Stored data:
Start of Block
/** Bins, the histograms of a count, level crossings, and their byte forms. */
class HistogramsTest {

    /** The standard's example history (ASTM E1049-85, points A to I; from memory). */
    private static final double[] ASTM = {-2, 1, -3, 5, -1, 3, -4, 4, -2};

    @Test
    void binsHoldTheirLowerEdgeAndTheLastBinItsUpperEdge() {
        // By hand: bins of width 2 from 0 to 10; each bin holds its lower edge, the last also its
        // upper edge.
        Bins uniform = Bins.uniform(0, 10, 5);
        assertThat(uniform.edges()).containsExactly(0, 2, 4, 6, 8, 10);
        assertThat(uniform.indexOf(0)).isZero();
        assertThat(uniform.indexOf(1.999)).isZero();
        assertThat(uniform.indexOf(2)).isEqualTo(1);
        assertThat(uniform.indexOf(10)).isEqualTo(4);
        assertThat(uniform.indexOf(10.000001)).isEqualTo(-1);
        assertThat(uniform.indexOf(-0.0)).isZero();
        assertThat(uniform.indexOf(Double.NaN)).isEqualTo(-1);
        assertThat(uniform.centre(2)).isEqualTo(5.0);
        Bins edges = Bins.ofEdges(-1, 0, 0.5, 3);
        assertThat(edges.indexOf(-1)).isZero();
        assertThat(edges.indexOf(0)).isEqualTo(1);
        assertThat(edges.indexOf(0.49)).isEqualTo(1);
        assertThat(edges.indexOf(3)).isEqualTo(2);
        assertThat(edges.indexOf(Double.NEGATIVE_INFINITY)).isEqualTo(-1);
        assertThat(uniform).hasToString("Bins[5 from 0.0 to 10.0]");
        assertThat(edges).hasToString("Bins[edges -1.0, 0.0, 0.5, 3.0]");
        assertThat(Bins.ofEdges(0, 2, 4, 6, 8, 10)).isEqualTo(uniform).hasSameHashCodeAs(uniform);
    }

    @ParameterizedTest
    @ValueSource(ints = {1, 3, 7, 10, 20, 64, 1000})
    void uniformBinsFindTheBinTheEdgesSay(int count) {
        // Every uniform lookup agrees with a plain search over the same edges (definition).
        SplittableRandom random = new SplittableRandom(count);
        Bins bins = Bins.uniform(-0.37, 1.91, count);
        double[] e = bins.edges();
        for (int k = 0; k < 2000; k++) {
            double x = k < e.length ? e[k] : -0.5 + 2.6 * random.nextDouble();
            int expected = -1;
            for (int i = 0; i + 1 < e.length; i++) {
                if (x >= e[i] && (x < e[i + 1] || (i + 2 == e.length && x == e[i + 1]))) {
                    expected = i;
                }
            }
            assertThat(bins.indexOf(x)).as("x = %s", x).isEqualTo(expected);
        }
    }

    @Test
    void badBinsAreRefusedWithTheValue() {
        assertThatThrownBy(() -> Bins.ofEdges(1)).isInstanceOf(IllegalArgumentException.class)
                .hasMessage("edges must hold at least 2 values: 1");
        assertThatThrownBy(() -> Bins.ofEdges(0, 1, 1))
                .hasMessage("edges must be strictly increasing: edges[2] = 1.0 after 1.0");
        assertThatThrownBy(() -> Bins.ofEdges(0, Double.NaN))
                .hasMessage("edges must be finite: edges[1] = NaN");
        assertThatThrownBy(() -> Bins.ofEdges(0, Double.POSITIVE_INFINITY))
                .hasMessage("edges must be finite: edges[1] = Infinity");
        assertThatThrownBy(() -> Bins.ofEdges((double[]) null))
                .isInstanceOf(NullPointerException.class).hasMessage("edges");
        assertThatThrownBy(() -> Bins.uniform(0, 0, 3)).hasMessage("high must be finite and > low (0.0): 0.0");
        assertThatThrownBy(() -> Bins.uniform(Double.NaN, 1, 3)).hasMessage("low must be finite: NaN");
        assertThatThrownBy(() -> Bins.uniform(0, Double.POSITIVE_INFINITY, 3))
                .hasMessage("high must be finite and > low (0.0): Infinity");
        assertThatThrownBy(() -> Bins.uniform(0, 1, 0)).hasMessage("count must be >= 1: 0");
        assertThatThrownBy(() -> Bins.uniform(1, Math.nextUp(1.0), 4))
                .hasMessageStartingWith("count must leave the edges distinct");
    }

    @Test
    void theRangeHistogramOfTheStandardsExampleIsTable4() {
        // ASTM E1049-85 Table 4 (from memory): 3: 0.5, 4: 1.5, 6: 0.5, 8: 1.0, 9: 0.5.
        RangeHistogram h = Rainflow.astm().count(ASTM).rangeHistogram(Bins.uniform(0.5, 10.5, 10));
        assertThat(h.counts()).containsExactly(0, 0, 0.5, 1.5, 0, 0.5, 0, 1.0, 0.5, 0);
        assertThat(h.total()).isEqualTo(4.0);
        assertThat(h.outside()).isZero();
        assertThat(h).hasToString("RangeHistogram[Bins[10 from 0.5 to 10.5], 4.0 cycles, 0.0 outside]");
    }

    @Test
    void theMatricesPutEachCycleInItsCell() {
        Cycles cycles = Rainflow.astm().count(ASTM);
        RangeMeanMatrix rm = cycles.rangeMeanMatrix(Bins.uniform(0, 10, 10), Bins.uniform(-2, 2, 4));
        // By hand: E-F is range 4 about 1 → row 4, column 3; D-G range 9 about 0.5 → row 9, col 2;
        // A-B range 3 about -0.5 → row 3, column 1; H-I range 6 about 1 → row 6, column 3.
        assertThat(rm.count(4, 3)).isEqualTo(1.0);
        assertThat(rm.count(9, 2)).isEqualTo(0.5);
        assertThat(rm.count(3, 1)).isEqualTo(0.5);
        assertThat(rm.count(6, 3)).isEqualTo(0.5);
        assertThat(rm.rangeCounts()).containsExactly(
                cycles.rangeHistogram(Bins.uniform(0, 10, 10)).counts());
        assertThat(rm.total()).isEqualTo(4.0);
        FromToMatrix ft = cycles.fromToMatrix(Bins.uniform(-5, 5, 10));
        // E-F from -1 (bin 4) to 3 (bin 8); D-G from 5 (bin 9, the closed top) to -4 (bin 1)
        assertThat(ft.count(4, 8)).isEqualTo(1.0);
        assertThat(ft.count(9, 1)).isEqualTo(0.5);
        assertThat(ft.total()).isEqualTo(4.0);
        double[][] rows = ft.counts();
        assertThat(rows[4][8]).isEqualTo(1.0);
    }

    @Test
    void batchBinsMustCoverTheCountAndStreamingTalliesWhatFallsOutside() {
        // ASTM E1049-85 §5.4.4 example (as in RainflowAstmExampleTest): of its 4 cycles, the half
        // cycle of range 9 lies outside bins up to 8.
        Cycles cycles = Rainflow.astm().count(ASTM);
        assertThatThrownBy(() -> cycles.rangeHistogram(Bins.uniform(0, 8, 8)))
                .isInstanceOf(IllegalArgumentException.class)
                .hasMessage("ranges must cover every cycle: range 9.0 of cycle 4 lies outside"
                        + " Bins[8 from 0.0 to 8.0]");
        assertThatThrownBy(() -> cycles.rangeMeanMatrix(Bins.uniform(0, 10, 10), Bins.uniform(0, 2, 2)))
                .hasMessage("means must cover every cycle: mean -0.5 of cycle 0 lies outside"
                        + " Bins[2 from 0.0 to 2.0]");
        assertThatThrownBy(() -> cycles.fromToMatrix(Bins.uniform(-3, 3, 6)))
                .hasMessage("levels must cover every cycle: to 5.0 of cycle 3 lies outside"
                        + " Bins[6 from -3.0 to 3.0]");
        RangeHistogram streamed = RangeHistogram.of(Bins.uniform(0, 8, 8));
        cycles.forEach(streamed);
        assertThat(streamed.outside()).isEqualTo(0.5);
        assertThat(streamed.total()).isEqualTo(3.5);
    }

    @Test
    void everyAccumulatorRestoresFromItsBytes() {
        Cycles cycles = Rainflow.astm().count(RainflowReference.history(new SplittableRandom(3), 500, 0));
        RangeHistogram h = RangeHistogram.of(Bins.uniform(0, 3, 12));
        RangeMeanMatrix rm = RangeMeanMatrix.of(Bins.ofEdges(0, 0.5, 1, 4), Bins.uniform(-20, 20, 16));
        FromToMatrix ft = FromToMatrix.of(Bins.uniform(-20, 20, 8));
        LevelCrossings lc = LevelCrossings.of(-5, 0, 5);
        cycles.forEach(h.andThen(rm).andThen(ft).andThen(lc));
        assertThat(RangeHistogram.fromBytes(h.toBytes()).toBytes()).isEqualTo(h.toBytes());
        assertThat(RangeHistogram.fromBytes(h.toBytes()).counts()).containsExactly(h.counts());
        assertThat(RangeMeanMatrix.fromBytes(rm.toBytes()).counts()).isDeepEqualTo(rm.counts());
        assertThat(FromToMatrix.fromBytes(ft.toBytes()).counts()).isDeepEqualTo(ft.counts());
        assertThat(LevelCrossings.fromBytes(lc.toBytes()).upCrossings())
                .containsExactly(lc.upCrossings());
        assertThat(RangeHistogram.fromBytes(h.toBytes()).bins()).isEqualTo(h.bins());
        assertThatThrownBy(() -> RangeHistogram.fromBytes(rm.toBytes()))
                .isInstanceOf(IllegalArgumentException.class)
                .hasMessage("state must begin with the tag SMRH: SMRM");
        byte[] negative = h.toBytes();
        java.nio.ByteBuffer.wrap(negative).putDouble(negative.length - 16, -1.0);
        assertThatThrownBy(() -> RangeHistogram.fromBytes(negative))
                .hasMessage("state must hold a finite counts >= 0.0: -1.0");
    }

    @Test
    void histogramsOfTwoPartsAddUp() {
        // By hand: 1 + 0.5 cycles of range 3 in bin 3; the range 12 lies outside bins up to 10.
        RangeHistogram a = RangeHistogram.of(Bins.uniform(0, 10, 10));
        RangeHistogram b = RangeHistogram.of(Bins.uniform(0, 10, 10));
        a.accept(0, 3, 1);
        b.accept(0, 3, 0.5);
        b.accept(0, 12, 1);
        a.addAll(b);
        assertThat(a.count(3)).isEqualTo(1.5);
        assertThat(a.outside()).isEqualTo(1);
        assertThatThrownBy(() -> a.addAll(RangeHistogram.of(Bins.uniform(0, 10, 5))))
                .hasMessage("other must have the bins Bins[10 from 0.0 to 10.0]: Bins[5 from 0.0 to 10.0]");
    }

    @Test
    void matricesAndCrossingsOfTwoPartsAddUp() {
        // By hand: bins of width 1; the cell each cycle falls in, what lies outside, and the sum
        // of two parts.
        Bins ranges = Bins.uniform(0, 10, 10);
        Bins means = Bins.uniform(-5, 5, 10);
        RangeMeanMatrix a = RangeMeanMatrix.of(ranges, means);
        RangeMeanMatrix b = RangeMeanMatrix.of(ranges, means);
        a.accept(-1, 3, 1);        // range 4 (row 4) about 1 (column 6)
        b.accept(-1, 3, 0.5);
        b.accept(0, 12, 1);        // range 12: outside
        b.accept(8, 9, 0.5);       // mean 8.5: outside
        a.addAll(b);
        assertThat(a.count(4, 6)).isEqualTo(1.5);
        assertThat(a.total()).isEqualTo(1.5);
        assertThat(a.outside()).isEqualTo(1.5);
        assertThat(a.ranges()).isEqualTo(ranges);
        assertThat(a.means()).isEqualTo(means);
        assertThatThrownBy(() -> a.addAll(RangeMeanMatrix.of(ranges, Bins.uniform(-5, 5, 5))))
                .isInstanceOf(IllegalArgumentException.class);

        FromToMatrix f = FromToMatrix.of(means);
        FromToMatrix g = FromToMatrix.of(means);
        f.accept(-1, 3, 1);        // from bin 4 to bin 8
        g.accept(-1, 3, 0.5);
        g.accept(-6, 3, 1);        // from -6: outside
        f.addAll(g);
        assertThat(f.count(4, 8)).isEqualTo(1.5);
        assertThat(f.total()).isEqualTo(1.5);
        assertThat(f.outside()).isEqualTo(1.0);
        assertThat(f.levels()).isEqualTo(means);
        assertThatThrownBy(() -> f.addAll(FromToMatrix.of(Bins.uniform(-5, 5, 5))))
                .isInstanceOf(IllegalArgumentException.class);

        // A rising half cycle from -1 to 3 crosses 0 and 2 upwards once; a full cycle between
        // -3 and 1 crosses -2 and 0 once each way.
        LevelCrossings up = LevelCrossings.of(-2, 0, 2);
        LevelCrossings more = LevelCrossings.of(-2, 0, 2);
        up.accept(-1, 3, 0.5);
        more.accept(-3, 1, 1);
        up.addAll(more);
        assertThat(up.upCrossings()).containsExactly(1, 2, 1);
        assertThat(up.downCrossings()).containsExactly(1, 1, 0);
        assertThat(up.levels()).containsExactly(-2, 0, 2);
        // about 0 (the class comment's rule): upward crossings at and above it, downward below
        assertThat(up.countsAbout(0)).containsExactly(1, 2, 1);
        assertThat(up.countsAbout(0.5)).containsExactly(1, 1, 1);
        assertThatThrownBy(() -> up.addAll(LevelCrossings.of(-2, 0, 3)))
                .isInstanceOf(IllegalArgumentException.class);
    }

    @Test
    void equivalentRangesByHand() {
        // By hand: 10⁵ cycles of 100 and 10⁶ of 50, m = 3: Σ n·S³ = 10¹¹ + 1.25·10¹¹ =
        // 2.25·10¹¹; over 1.1·10⁶ cycles S_eq = (204 545.45...)^(1/3) = 58.946...; at 2·10⁶
        // cycles (112 500)^(1/3) = 48.27...
        Cycles spectrum = Cycles.of(new double[] {0, 0}, new double[] {100, 50},
                new double[] {1e5, 1e6});
        assertThat(spectrum.equivalentRange(3)).isCloseTo(Math.cbrt(2.25e11 / 1.1e6), within(1e-12));
        assertThat(spectrum.equivalentRange(3, 2e6)).isCloseTo(Math.cbrt(112_500.0), within(1e-12));
        // a constant-amplitude spectrum is its own equivalent, for any m (definition)
        Cycles constant = Cycles.of(new double[] {1, -1}, new double[] {-1, 1}, new double[] {3, 4});
        assertThat(constant.equivalentRange(5.5)).isCloseTo(2.0, within(1e-15));
        // the histogram's estimate from bin centres is within half a bin of the exact value
        RangeHistogram h = spectrum.rangeHistogram(Bins.uniform(0, 120, 24));
        assertThat(h.equivalentRange(3)).isCloseTo(spectrum.equivalentRange(3), within(2.5));
        assertThatThrownBy(() -> spectrum.equivalentRange(0)).hasMessage("m must be > 0 and finite: 0.0");
        assertThatThrownBy(() -> spectrum.equivalentRange(Double.NaN)).hasMessage("m must be > 0 and finite: NaN");
        assertThatThrownBy(() -> spectrum.equivalentRange(3, Double.POSITIVE_INFINITY))
                .hasMessage("referenceCycles must be > 0 and finite: Infinity");
        assertThatThrownBy(() -> Rainflow.astm().count(new double[] {1}).equivalentRange(3))
                .hasMessage("cycles must not be empty: 0 cycles");
        // ranges up to 10³⁰⁰ with m = 8 neither overflow nor lose the answer
        Cycles huge = Cycles.of(new double[] {0}, new double[] {1e300}, new double[] {2});
        assertThat(huge.equivalentRange(8)).isEqualTo(1e300);
    }

    @Test
    void levelCrossingsAboutAReferenceAreTheStandardsCounts() {
        // ASTM E1049-85 5.1.1: above the reference, upward crossings; below it, downward ones.
        LevelCrossings lc = LevelCrossings.of(-3, -1, 0, 2, 4);
        Rainflow.astm().count(ASTM).forEach(lc);
        // By hand on A..I (-2, 1, -3, 5, -1, 3, -4, 4, -2): rises A-B, C-D, E-F, G-H cross
        // L upward when a < L <= b; falls B-C, D-E, F-G, H-I downward when b < L <= a.
        // Up: L=-3 G-H; -1 A-B C-D G-H; 0 all four; 2 C-D E-F G-H; 4 C-D G-H.
        // Down: L=-3 F-G; -1 B-C F-G H-I; 0 all four; 2 D-E F-G H-I; 4 D-E H-I.
        assertThat(lc.countsAbout(0)).containsExactly(1, 3, 4, 3, 2);
        assertThat(lc.upCrossings()).containsExactly(1, 3, 4, 3, 2);
        assertThat(lc.downCrossings()).containsExactly(1, 3, 4, 3, 2);
        assertThatThrownBy(() -> lc.countsAbout(Double.NaN)).hasMessage("reference must be finite: NaN");
        assertThatThrownBy(() -> LevelCrossings.of()).hasMessage("levels must hold at least 1 value: 0");
        assertThatThrownBy(() -> LevelCrossings.of(0, 0))
                .hasMessage("levels must be strictly increasing: levels[1] = 0.0 after 0.0");
        assertThat(lc).hasToString("LevelCrossings[5 levels from -3.0 to 4.0, 13.0 up, 13.0 down]");
    }

    @Test
    void cyclesGivenByHandAreValidated() {
        // Definition: range = |to − from| = 8, mean = (from + to)/2 = 1, amplitude = range/2 = 4.
        assertThatThrownBy(() -> Cycles.of(new double[1], new double[2], new double[1]))
                .hasMessage("to and counts must have the length of from (1): 2 and 1");
        assertThatThrownBy(() -> Cycles.of(new double[] {0}, new double[] {1}, new double[] {0}))
                .hasMessage("counts[0] must be > 0 and finite: 0.0");
        assertThatThrownBy(() -> Cycles.of(new double[] {Double.NaN}, new double[] {1}, new double[] {1}))
                .hasMessage("from[0] must be finite: NaN");
        assertThatThrownBy(() -> new Cycle(0, Double.POSITIVE_INFINITY, 1))
                .hasMessage("to must be finite: Infinity");
        Cycle c = new Cycle(-3, 5, 0.5);
        assertThat(c.range()).isEqualTo(8);
        assertThat(c.mean()).isEqualTo(1);
        assertThat(c.amplitude()).isEqualTo(4);
        assertThat(c.isHalf()).isTrue();
    }
}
End of Block
DESCRIPTION OF THE TASK:
All lines above from the one with "assertThat(uniform.indexOf(0)).isZero();" to the one with "assertThat(uniform.indexOf(-0.0)).isZero();", inclusive, should be copied exactly, and no other lines.

WORKED SOLUTION:
        assertThat(uniform.indexOf(0)).isZero();
        assertThat(uniform.indexOf(1.999)).isZero();
        assertThat(uniform.indexOf(2)).isEqualTo(1);
        assertThat(uniform.indexOf(10)).isEqualTo(4);
        assertThat(uniform.indexOf(10.000001)).isEqualTo(-1);
        assertThat(uniform.indexOf(-0.0)).isZero();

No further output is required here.